# Improving antenna/OTA setup



## F1aReD (Sep 27, 2011)

Hello all, 
Hopefully I'm posting this in the right place! 

I recently "cut the cord" and bought a Winegard FreeVision antenna along with 50ft of RG6, which is mounted up in the attic and the wire is ran down to a 2way splitter. I even bought a Channel Master DVR, which should be arriving any day now. 

I'm fairly impressed with the antenna, but feel like it could be improved. It is rated for 35 miles, and I'm about 28-30 miles from Boston stations. I get pretty much all the stations you'd want, PBS, ABC, NBC, CBS. I don't get Fox or CW, though. I did manage to pick up a couple of Providence stations, amazingly. 

The weird thing is, weather affects the reception. On cloudy/rainy days, some of the channels cut out and are pixelated, or just go away all together. 

Sometimes, nothing happens and I just lose a channel randomly, only for it to reappear the next day.

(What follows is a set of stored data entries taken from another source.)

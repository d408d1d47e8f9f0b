import { describe, expect, test } from "vitest";
import { evaluateAll, intervalOf, type SeriesValues } from "../../src/heat-capacity/evaluate.js";
import { plannedSeries, planOfSeries } from "../../src/heat-capacity/planned-series.js";
import type { PublishedInterval, PublishedSeries } from "../../src/heat-capacity/published-series.js";
import type { RangePolicy } from "../../src/heat-capacity/range-policy.js";
import {
  exactPropertiesAt,
  readSeries,
  type SeriesContext,
  startOfRange,
} from "../../src/heat-capacity/read-series.js";
import { seriesProperties } from "../../src/heat-capacity/series-properties.js";
import { decimalOf, decimalToNumber } from "../../src/numeric/exact-decimal.js";
import { figure } from "./random-series.js";

type Ends = PublishedInterval["endsAt"];

/** Cp = 20 up to 400 K, 30 up to 600 K, 40 + 0.01 T up to 900 K. */
function steps(first: Ends = "fit", second: Ends = "fit"): PublishedSeries {
  return {
    kind: "series",
    form: "polynomial",
    powers: [0, 1],
    intervals: [
      { from: 200, to: 400, coefficients: [20, 0], endsAt: first },
      { from: 400, to: 600, coefficients: [30, 0], endsAt: second },
      { from: 600, to: 900, coefficients: [40, 0.01], endsAt: "fit" },
    ],
  };
}

const anchorAt = (temperatureK: number) => ({
  temperatureK,
  enthalpy: decimalOf(1000),
  entropy: decimalOf(50),
});

function evaluate(
  series: PublishedSeries,
  context: SeriesContext,
  temperatureK: number,
  policy: RangePolicy = "refuse",
): SeriesValues {
  const plan = planOfSeries(plannedSeries(readSeries(series, context)), policy);
  return evaluateAll(intervalOf(plan, temperatureK)!, temperatureK);
}

describe("breaks", () => {
  test("belong to the interval below them", () => {
    const context = { anchor: anchorAt(298.15) };
    expect(evaluate(steps(), context, 400).heatCapacity).toBe(20);
    expect(evaluate(steps(), context, 400.0000001).heatCapacity).toBe(30);
    expect(evaluate(steps(), context, 600).heatCapacity).toBe(30);
    expect(evaluate(steps(), context, 900).heatCapacity).toBe(49);
  });

  test.each([
    ["fit", 0],
    ["continuous", 0],
    ["first-order", 1200],
  ] as const)("%s: H jumps by %d J/mol, S by H/T, G not at all", (kind, jump) => {
    const transitionEnthalpies = new Map([[400, decimalOf(1200)]]);
    for (const anchorK of [200, 298.15, 500, 600, 800]) {
      const context = { anchor: anchorAt(anchorK), transitionEnthalpies };
      const below = evaluate(steps(kind), context, 400);
      const above = evaluate(steps(kind), context, 400 + 1e-10);
      expect(above.enthalpy - below.enthalpy).toBeCloseTo(jump, 7);
      expect(above.entropy - below.entropy).toBeCloseTo(jump / 400, 9);
      expect(above.gibbsEnergy - below.gibbsEnergy).toBeCloseTo(0, 6);
    }
  });

  test.each([200, 298.15, 400, 400.5, 599, 600, 601, 900])("an anchor at %d K is met from either side", (anchorK) => {
    const { enthalpy, entropy } = evaluate(steps(), { anchor: anchorAt(anchorK) }, anchorK);
    expect(enthalpy).toBeCloseTo(1000, 9);
    expect(entropy).toBeCloseTo(50, 11);
  });

  test("two transitions add up, upward and downward alike", () => {
    const transitionEnthalpies = new Map([
      [400, decimalOf(1000)],
      [600, decimalOf(3000)],
    ]);
    const series = steps("first-order", "first-order");
    const upward = evaluate(series, { anchor: anchorAt(300), transitionEnthalpies }, 700);
    // 100 K of 20, 200 K of 30, 100 K of 40 + 0.01 T (mean 46.5), and both jumps
    expect(upward.enthalpy).toBeCloseTo(1000 + 2000 + 6000 + 4650 + 4000, 8);
    const downward = evaluate(series, { anchor: anchorAt(700), transitionEnthalpies }, 300);
    expect(downward.enthalpy - 1000).toBeCloseTo(-(upward.enthalpy - 1000), 8);
    expect(downward.entropy - 50).toBeCloseTo(-(upward.entropy - 50), 10);
  });

  test("a first-order break without its enthalpy is refused", () => {
    expect(() => readSeries(steps("first-order"), { anchor: anchorAt(300) })).toThrow(/transition at 400 K/);
  });

  test("an anchor outside the fit, or none, is refused", () => {
    expect(() => readSeries(steps(), { anchor: anchorAt(1000) })).toThrow(/outside the fit/);
    expect(() => readSeries(steps())).toThrow(/carries no constants/);
  });
});

describe("a fit that begins between 298.15 K and 300 K may be evaluated at 298.15 K", () => {
  test.each([
    [200, 200],
    [298.15, 298.15],
    [298.16, 298.15],
    [300, 298.15],
    [300.0001, 300.0001],
    [350, 350],
  ])("from %d K: range from %d K", (fromK, startK) => {
    expect(startOfRange(fromK)).toBe(startK);
    const series: PublishedSeries = {
      kind: "series",
      form: "seven-coefficient",
      gasConstant: 8.31451,
      intervals: [{ from: fromK, to: 1000, coefficients: [2.5, 0, 0, 0, 0, 0, 0], endsAt: "fit" }],
    };
    const at = (value: number) => ({ temperature: { value, unit: "K" } }) as const;
    expect(seriesProperties(series, at(startK)).heatCapacity.value).toBe(20.786275);
    expect(() => seriesProperties(series, at(startK - 0.001))).toThrow(/the fit reaches from/);
  });
});

describe("range policies", () => {
  const context = { anchor: anchorAt(298.15) };

  test("refuse: nothing beyond the ends", () => {
    const plan = planOfSeries(plannedSeries(readSeries(steps(), context)), "refuse");
    expect([plan.fromK, plan.toK]).toEqual([200, 900]);
    for (const value of [199.999, 900.001, 0, Number.NaN, Number.POSITIVE_INFINITY]) {
      expect(intervalOf(plan, value)).toBeUndefined();
    }
  });

  test("constant-heat-capacity: Cp stays, H and S go on without a break", () => {
    const beyond = (temperatureK: number) => evaluate(steps(), context, temperatureK, "constant-heat-capacity");
    expect([beyond(100).heatCapacity, beyond(1).heatCapacity]).toEqual([20, 20]);
    expect([beyond(1000).heatCapacity, beyond(100_000).heatCapacity]).toEqual([49, 49]);
    for (const [endK, step] of [
      [200, -1e-9],
      [900, 1e-9],
    ] as const) {
      expect(beyond(endK + step).enthalpy).toBeCloseTo(beyond(endK).enthalpy, 6);
      expect(beyond(endK + step).entropy).toBeCloseTo(beyond(endK).entropy, 9);
    }
    expect(beyond(1000).enthalpy - beyond(900).enthalpy).toBeCloseTo(4900, 8);
    expect(beyond(1800).entropy - beyond(900).entropy).toBeCloseTo(49 * 0.6931471805599453, 10);
    expect(beyond(100).entropy - beyond(200).entropy).toBeCloseTo(-20 * 0.6931471805599453, 10);
  });

  test("continue-fit: the equations of the outer intervals go on", () => {
    const beyond = (temperatureK: number) => evaluate(steps(), context, temperatureK, "continue-fit");
    expect(beyond(100).heatCapacity).toBe(20);
    expect(beyond(1000).heatCapacity).toBe(50);
    expect(beyond(1000).enthalpy - beyond(900).enthalpy).toBeCloseTo(4950, 8);
  });

  test("inside the range every policy agrees", () => {
    for (const temperatureK of [250, 400, 555, 900]) {
      const inside = evaluate(steps(), context, temperatureK);
      expect(evaluate(steps(), context, temperatureK, "constant-heat-capacity")).toEqual(inside);
      expect(evaluate(steps(), context, temperatureK, "continue-fit")).toEqual(inside);
    }
  });

  test.each(["constant-heat-capacity", "continue-fit"] as const)("%s ends at 1 K and 100,000 K", (policy) => {
    const plan = planOfSeries(plannedSeries(readSeries(steps(), context)), policy);
    expect([plan.fromK, plan.toK]).toEqual([1, 100_000]);
  });

  test("a fit that reaches further than any continuation keeps its range", () => {
    const wide: PublishedSeries = {
      kind: "series",
      form: "seven-coefficient",
      gasConstant: 8.31451,
      intervals: [{ from: 0.5, to: 200_000, coefficients: [2.5, 0, 0, 0, 0, 0, 0], endsAt: "fit" }],
    };
    const plan = planOfSeries(plannedSeries(readSeries(wide)), "continue-fit");
    expect([plan.fromK, plan.toK]).toEqual([0.5, 200_000]);
  });
});

test("exact properties agree with evaluated ones", () => {
  const series = readSeries(steps(), { anchor: anchorAt(298.15) });
  const exact = exactPropertiesAt(series, 750);
  const { heatCapacity, enthalpy, entropy } = evaluate(steps(), { anchor: anchorAt(298.15) }, 750);
  expect(decimalToNumber(exact.heatCapacity)).toBe(heatCapacity);
  expect(decimalToNumber(exact.enthalpy)).toBeCloseTo(enthalpy, 9);
  expect(decimalToNumber(exact.entropy)).toBeCloseTo(entropy, 11);
});

describe("seriesProperties", () => {
  const anchor = {
    temperature: figure(298.15, "K"),
    enthalpy: figure(1, "kJ/mol"),
    entropy: figure(50, "J/mol/K"),
  };

  test("takes the anchor of the fit and gives G = H - T S", () => {
    const properties = seriesProperties({ ...steps(), anchor }, { temperature: { value: 25, unit: "Cel" } });
    expect(properties.enthalpy).toEqual({ value: expect.closeTo(1000, 9), unit: "J/mol" });
    expect(properties.gibbsEnergy.value).toBeCloseTo(1000 - 298.15 * 50, 9);
  });

  test("does not see changes made after the first call", () => {
    const series = { ...steps(), anchor };
    const before = seriesProperties(series, { temperature: { value: 500, unit: "K" } });
    (series.intervals[1]!.coefficients as number[])[0] = 99;
    expect(seriesProperties(series, { temperature: { value: 500, unit: "K" } })).toEqual(before);
  });

  test("goes on beyond the fit where it is told to", () => {
    const conditions = { temperature: { value: 1000, unit: "K" }, outsideRange: "constant-heat-capacity" } as const;
    expect(seriesProperties({ ...steps(), anchor }, conditions).heatCapacity.value).toBe(49);
  });
});
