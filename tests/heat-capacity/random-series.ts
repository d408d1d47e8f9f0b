import fc from "fast-check";
import type { HeatCapacityForm, PublishedSeries } from "../../src/heat-capacity/published-series.js";
import type { Figure } from "../../src/quantity/figure.js";

export const invented = { text: "invented for a test" };

/** An invented figure. */
export function figure(value: number, unit: string): Figure {
  return { value, unit, source: invented, origin: "memory" };
}

/** A random temperature in kelvin with all bits of a double in use. */
export const temperaturesK: fc.Arbitrary<number> = fc.double({ min: 200, max: 3000, noNaN: true });

/** Ten printed digits, as tables have them, of either sign; now and then exactly zero. */
const mantissas: fc.Arbitrary<number> = fc.oneof(
  { weight: 9, arbitrary: fc.integer({ min: 1_000_000_000, max: 9_999_999_999 }) },
  { weight: 9, arbitrary: fc.integer({ min: -9_999_999_999, max: -1_000_000_000 }) },
  { weight: 2, arbitrary: fc.constant(0) },
);

/** Coefficients of c T^n whose terms are of one size about 1000 K, so that they cancel now and then. */
function coefficientsOf(exponents: readonly number[]): fc.Arbitrary<number[]> {
  return fc
    .tuple(...exponents.map(() => mantissas))
    .map((values) => values.map((value, index) => Number(`${value}e${Math.round(-9 - 3 * exponents[index]!)}`)));
}

const between = { from: 200, to: 3000, endsAt: "fit" } as const;

function seriesOf(
  form: HeatCapacityForm,
  exponents: readonly number[],
  rest: Partial<PublishedSeries>,
): fc.Arbitrary<PublishedSeries> {
  return coefficientsOf(exponents).map((coefficients) => ({
    kind: "series",
    form,
    ...rest,
    intervals: [{ ...between, coefficients }],
  }));
}

const anchors = fc
  .tuple(fc.integer({ min: 2000, max: 30_000 }), mantissas, mantissas)
  .map(([temperature, enthalpy, entropy]) => ({
    temperature: figure(temperature / 10, "K"),
    enthalpy: figure(enthalpy / 1e6, "J/mol"),
    entropy: figure(entropy / 1e9, "J/mol/K"),
  }));

const allPowers = [-9, -3, -2, -1.5, -1, -0.5, 0, 0.5, 1, 1.5, 2, 3, 4, 5, 7, 9.5, 20];

const polynomials = fc
  .tuple(fc.subarray(allPowers, { minLength: 1 }), anchors)
  .chain(([powers, anchor]) => seriesOf("polynomial", powers, { powers, anchor }));

const maierKelleys = fc
  .tuple(anchors, fc.constantFrom("J/mol/K" as const, "cal_th/mol/K" as const), fc.boolean())
  .chain(([anchor, unit, isShifted]) =>
    seriesOf("maier-kelley", isShifted ? [0, 0, -4] : [0, 1, -2], {
      anchor,
      unit,
      ...(isShifted ? { decimalShifts: [0, 3, -6] } : {}),
    }),
  );

/** An anchored form whose terms in Cp have these powers, in joules or calories. */
function anchoredForm(form: HeatCapacityForm, exponents: readonly number[]): fc.Arbitrary<PublishedSeries> {
  return fc
    .tuple(anchors, fc.constantFrom("J/mol/K" as const, "cal_th/mol/K" as const))
    .chain(([anchor, unit]) => seriesOf(form, exponents, { anchor, unit }));
}

const gibbsPowers = [-20, -9, -3, -1.5, -1, -0.5, 0.5, 1.5, 2, 3, 4, 5, 6, 7, 9.5, 20];

/** Coefficients of G are of the size of those of Cp times 1000 K; some as printed under a heading with powers of ten. */
const gibbsEnergies = fc
  .tuple(fc.oneof(fc.constant([2, 3, -1]), fc.subarray(gibbsPowers)), fc.boolean())
  .chain(([powers, isShifted]) => {
    const shifts = powers.map((n) => (isShifted ? Math.min(30, Math.max(-30, Math.round(3 * (n - 1)))) : 0));
    const printed = powers.map((n, index) => n - 1 - shifts[index]! / 3);
    const decimalShifts = isShifted ? { decimalShifts: [0, 0, 0, ...shifts] } : {};
    return seriesOf("gibbs-energy", [-1, 0, 0, ...printed], { powers, ...decimalShifts });
  });

/** Random fits of each form over one interval from 200 K to 3000 K. */
export const randomSeries: Readonly<Record<HeatCapacityForm, fc.Arbitrary<PublishedSeries>>> = {
  shomate: seriesOf("shomate", [0, 0, 0, 0, 0, 0, 0], {}),
  "seven-coefficient": seriesOf("seven-coefficient", [0, 1, 2, 3, 4, -1, 0], { gasConstant: 8.31451 }),
  "nine-coefficient": seriesOf("nine-coefficient", [-2, -1, 0, 1, 2, 3, 4, -1, 0], { gasConstant: 8.31451 }),
  "gibbs-energy": gibbsEnergies,
  "maier-kelley": maierKelleys,
  "berman-brown": anchoredForm("berman-brown", [0, -0.5, -2, -3]),
  "five-term": anchoredForm("five-term", [0, 1, -2, -0.5, 2]),
  "haas-fisher": anchoredForm("haas-fisher", [0, 1, -2, 2, -0.5]),
  polynomial: polynomials,
};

Also, I found positioning the antenna extremely difficult. One spot, you get nothing. A couple feet away and you pick up the channels. If I move the antenna slightly, even though its in the same spot, I lose everything. Its VERY touchy. According to my TV, the signal strength is about 50%. Anyways, here are my questions: 

-Would a preamplifier help? 
-Would an amplifier help? 
-Both? 
-Better/bigger antenna, rated for longer miles help? Or just stick with the Winegard? 
-Does the antenna need to be grounded? 

Thanks for any and all help.


----------



## NR4P (Jan 16, 2007)

The rating is outdoors. Your antenna is in the attic so thats a largest problem. When rain is on the roof it acts as an attenuator. You can add amps but an outdoor antenna is the best solution


----------



## RBA (Apr 14, 2013)

F1aReD said:


> Hello all,
> Hopefully I'm posting this in the right place!
> 
> I recently "cut the cord" and bought a Winegard FreeVision antenna along with 50ft of RG6, which is mounted up in the attic and the wire is ran down to a 2way splitter. I even bought a Channel Master DVR, which should be arriving any day now.
> ...


 Pre amp and amp are basically the same thing so eliminate your first 3 questions. Agree with NR4P you need a better antenna to capture more signal. You also need to go to www.tvfool.com and post the results so we know what is available for broadcasters.


----------



## texasbrit (Aug 9, 2006)

Not enough of an antenna for your location. Antenna ratings are very optimistic, and do not allow for the attenuation you get in an attic.
What's your zip code?


----------



## F1aReD (Sep 27, 2011)

01605 is my zip code. I know they're optimistic, but I get stations from Providence, RI which I think is almost 50 miles away. (not positive). Actually, the RI stations were easier to get than Boston. If I point the antenna the right direction, I can get like 5 stations.


----------



## jimmie57 (Jun 26, 2010)

F1aReD said:


> 01605 is my zip code. I know they're optimistic, but I get stations from Providence, RI which I think is almost 50 miles away. (not positive). Actually, the RI stations were easier to get than Boston. If I point the antenna the right direction, I can get like 5 stations.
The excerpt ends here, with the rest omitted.